Thanks for the info Joe.

What about a small system, something that might use the CO2 cartrige say for like a pellet gun?


----------



## JSL (Sep 22, 2007)

I am just not sure about other systems. It has been several years ago, but I tried to use a paintball type CO2 system and one of the smaller CO2 cartridge systems. My challenge with them was getting a nice consistent flow. The regulators for them may have improved, so if you have the equipment it is worth a try.
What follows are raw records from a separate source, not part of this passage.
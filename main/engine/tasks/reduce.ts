import { columnWeights, type ReductionTarget, reducePlane } from "../../../core/study/reduction";
import type { JobFlags } from "../job";
import { type FieldArguments, fieldSource } from "./field";

/** Reduces a range of dates into the shared target. Counts one a date. */
export function reduceTask(
  args: FieldArguments & { readonly dates: readonly [number, number]; readonly target: ReductionTarget },
  job: JobFlags,
): void {
  const source = fieldSource(args);
  const weights = columnWeights(args.record);
  for (let date = args.dates[0]; date < args.dates[1]; date++) {
    job.poll();
    reducePlane(source.on(date)(args.target.quantity), date, args.record, weights, args.target);
    job.count();
  }
}
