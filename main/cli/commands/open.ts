import { openCommand } from "../open";
import { type Command, parseWords, wrongWords } from "./command";

const usage = "open [STUDY or FILE…] [--web] [--port N]";

/** Opens the window: on the desktop where it can, else in the browser. */
export const open: Command = {
  name: "open",
  usage,
  summary: "open a study, data files, or the sample",
  details: [
    "",
    "  --web      in the local browser even where the desktop window could open",
    "  --port N   the port the browser connects to (with --web; any free one otherwise)",
  ],
  run: async (words) => {
    const { values, positionals } = parseWords(usage, words, { web: { type: "boolean" }, port: { type: "string" } });
    const port = values.port === undefined ? undefined : Number(values.port);
    if (port !== undefined && !(Number.isInteger(port) && port >= 0 && port <= 65535)) {
      throw wrongWords(usage, `the port "${values.port}"`);
    }
    return openCommand(
      { paths: positionals, web: values.web === true || port !== undefined, ...(port ? { port } : {}) },
      {
        out: (line) => process.stdout.write(`${line}\n`),
        err: (line) => process.stderr.write(`${line}\n`),
      },
    );
  },
};
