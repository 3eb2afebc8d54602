import { eddyMomentumFlux } from "../../../core/jets/forcing/momentum-flux";
import { columnWeights, leastZonalCoverage } from "../../../core/study/reduction";
import type { JobFlags } from "../job";
import { type FieldArguments, fieldSource } from "./field";
import type { Moments } from "./moments";

/** Where a pass over the record leaves what is kept of every date; shared by the workers, each writes its own dates. */
export interface FlowTarget {
  /** Zonal mean of u'v' about the date's own zonal mean, `flux[row * dates + date]`, m2 s-2. */
  readonly flux: Float64Array;
  /** v along one row, `alongRow[column * dates + date]`, m s-1. */
  readonly row: number;
  readonly alongRow: Float64Array;
  /** Cells whose v is kept whole, `samples[cell * dates + date]`, m s-1. */
  readonly sampleCells: Int32Array;
  readonly samples: Float32Array;
}

/** One pass over a range of dates: moments of u and v, the momentum flux, v along a row and in sampled cells. Counts one a date. */
export function scaleFlowTask(
  args: FieldArguments & { readonly dates: readonly [number, number]; readonly target: FlowTarget },
  job: JobFlags,
): Moments {
  const { record, target } = args;
  const source = fieldSource(args);
  const { dates, rows, columns } = record.cube;
  const cells = rows * columns;
  const weights = columnWeights(record);
  const shape = { rows, columns, ocean: record.ocean, weights, leastShare: leastZonalCoverage };
  const sum = [new Float64Array(cells), new Float64Array(cells)];
  const squares = [new Float64Array(cells), new Float64Array(cells)];
  const count = [new Int32Array(cells), new Int32Array(cells)];
  for (let date = args.dates[0]; date < args.dates[1]; date++) {
    job.poll();
    job.count();
    const planes = source.on(date);
    const [u, v] = [planes("u"), planes("v")];
    [u, v].forEach((plane, q) => {
      for (let cell = 0; cell < cells; cell++) {
        const value = plane[cell];
        if (Number.isNaN(value)) continue;
        sum[q][cell] += value;
        squares[q][cell] += value * value;
        count[q][cell]++;
      }
    });
    eddyMomentumFlux({ u, v }, "zonal mean", shape).forEach((value, row) => {
      target.flux[row * dates + date] = value;
    });
    for (let column = 0; column < columns; column++) {
      target.alongRow[column * dates + date] = v[target.row * columns + column];
    }
    target.sampleCells.forEach((cell, i) => {
      target.samples[i * dates + date] = v[cell];
    });
  }
  return { sum, squares, count };
}
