import { type Sectors, sectorMeans } from "../../../core/jets/ridges/sectors";
import { leastZonalCoverage } from "../../../core/study/reduction";
import type { JobFlags } from "../job";
import { type FieldArguments, fieldSource } from "./field";

/** Means of u over longitude sectors on the dates given: `out[(i * sectors + s) * rows + row]`. Counts one a date. */
export function sectorSeriesTask(
  args: FieldArguments & { readonly sectors: Sectors; readonly dates: Int32Array },
  job: JobFlags,
): Float64Array {
  const source = fieldSource(args);
  const { rows } = source.geometry;
  const perDate = args.sectors.middle.length * rows;
  const out = new Float64Array(args.dates.length * perDate);
  args.dates.forEach((date, i) => {
    job.poll();
    out.set(sectorMeans(source.on(date)("u"), rows, args.record.ocean, args.sectors, leastZonalCoverage), i * perDate);
    job.count();
  });
  return out;
}
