import { columnWeights, zonalMeans } from "../../../core/study/reduction";
import type { JobFlags } from "../job";
import { type FieldArguments, fieldOn, geometryOf } from "./field";

/** The field's map on one date and its zonal means. */
export function mapTask(
  args: FieldArguments & { readonly date: number },
  job: JobFlags,
): { readonly map: Float64Array; readonly onDate: Float64Array } {
  job.poll();
  const map = fieldOn(args, geometryOf(args.record, args.geostrophy), args.date);
  return { map, onDate: zonalMeans(map, args.record, columnWeights(args.record)) };
}
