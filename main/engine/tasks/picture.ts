import type { BackgroundBasis } from "../../../core/numeric/background";
import type { BandFilter } from "../../../core/numeric/band-filter";
import { bandLatitudeTime } from "../../../core/study/latitude-time";
import type { JobFlags } from "../job";

/** Latitude–time matrix of a linear quantity in the band, from its zonal means. */
export function pictureTask(
  args: {
    readonly zonal: Float64Array;
    readonly rows: number;
    readonly filter: BandFilter | null;
    readonly basis: BackgroundBasis;
    readonly hasData: Uint8Array;
    readonly columns: Int32Array;
  },
  job: JobFlags,
): Float64Array {
  job.poll();
  return bandLatitudeTime(args.zonal, args.rows, args.filter, args.basis, args.hasData, args.columns);
}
They were certainly functional when I used them, but required a readjusting the flow periodically.

Joe


----------



## cklspencer (Jun 21, 2010)

Would something like this work? http://www.ebay.com/itm/CO2-C02-INJ...148?pt=LH_DefaultDomain_0&hash=item35b2c8c67c


----------



## pihlpet (Nov 3, 2011)

Off course it will work, but this one is much cheaper and has bubble counter also.
http://www.ebay.com/itm/Aquarium-CO...224?pt=LH_DefaultDomain_0&hash=item3f08325238


----------



## JSL (Sep 22, 2007)

I am not sure about the use of a solenoid or how that will affect the flow rate.
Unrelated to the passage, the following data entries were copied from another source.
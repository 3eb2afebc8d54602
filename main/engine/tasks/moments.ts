import type { JobFlags } from "../job";
import { type FieldArguments, fieldSource } from "./field";

/** Sums over dates, cell by cell: `sum[q][cell]`, `squares[q][cell]`, and how many valid dates entered. */
export interface Moments {
  readonly sum: readonly Float64Array[];
  readonly squares: readonly Float64Array[];
  readonly count: readonly Int32Array[];
}

/**
 * Sums and sums of squares of several quantities over a range of dates with data, in date order. NaN cells are left out.
 * Counts one a date.
 */
export function momentsTask(
  args: FieldArguments & {
    readonly quantities: readonly string[];
    readonly dates: readonly [number, number];
  },
  job: JobFlags,
): Moments {
  const source = fieldSource(args);
  const cells = source.geometry.rows * source.geometry.columns;
  const sum = args.quantities.map(() => new Float64Array(cells));
  const squares = args.quantities.map(() => new Float64Array(cells));
  const count = args.quantities.map(() => new Int32Array(cells));
  for (let date = args.dates[0]; date < args.dates[1]; date++) {
    job.poll();
    job.count();
    if (!args.record.hasData[date]) continue;
    const planes = source.on(date);
    args.quantities.forEach((id, q) => {
      const plane = planes(id);
      for (let cell = 0; cell < cells; cell++) {
        const value = plane[cell];
        if (Number.isNaN(value)) continue;
        sum[q][cell] += value;
        squares[q][cell] += value * value;
        count[q][cell]++;
      }
    });
  }
  return { sum, squares, count };
}

/** Sums of blocks added in order, so that the result does not depend on who made which block. */
export function addMoments(blocks: readonly Moments[]): Moments {
  const add = <T extends Float64Array | Int32Array>(pick: (block: Moments) => readonly T[]): T[] =>
    pick(blocks[0]).map((first, q) => {
      const total = first.slice() as T;
      for (const block of blocks.slice(1)) {
        const part = pick(block)[q];
        for (let cell = 0; cell < total.length; cell++) total[cell] += part[cell];
      }
      return total;
    });
  return { sum: add((b) => b.sum), squares: add((b) => b.squares), count: add((b) => b.count) };
}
Pihlpet's looks like a better choice.

Joe


----------



## Daniel Y (Sep 12, 2011)

I watched a video on Instrumental Insemination. at the end they show queens in a sandwich bag getting Co2 pumped into it. They also mention that the queens need a second treatment of Co2 within 24 hours of insemination? They sound like that second treatment could be before or after.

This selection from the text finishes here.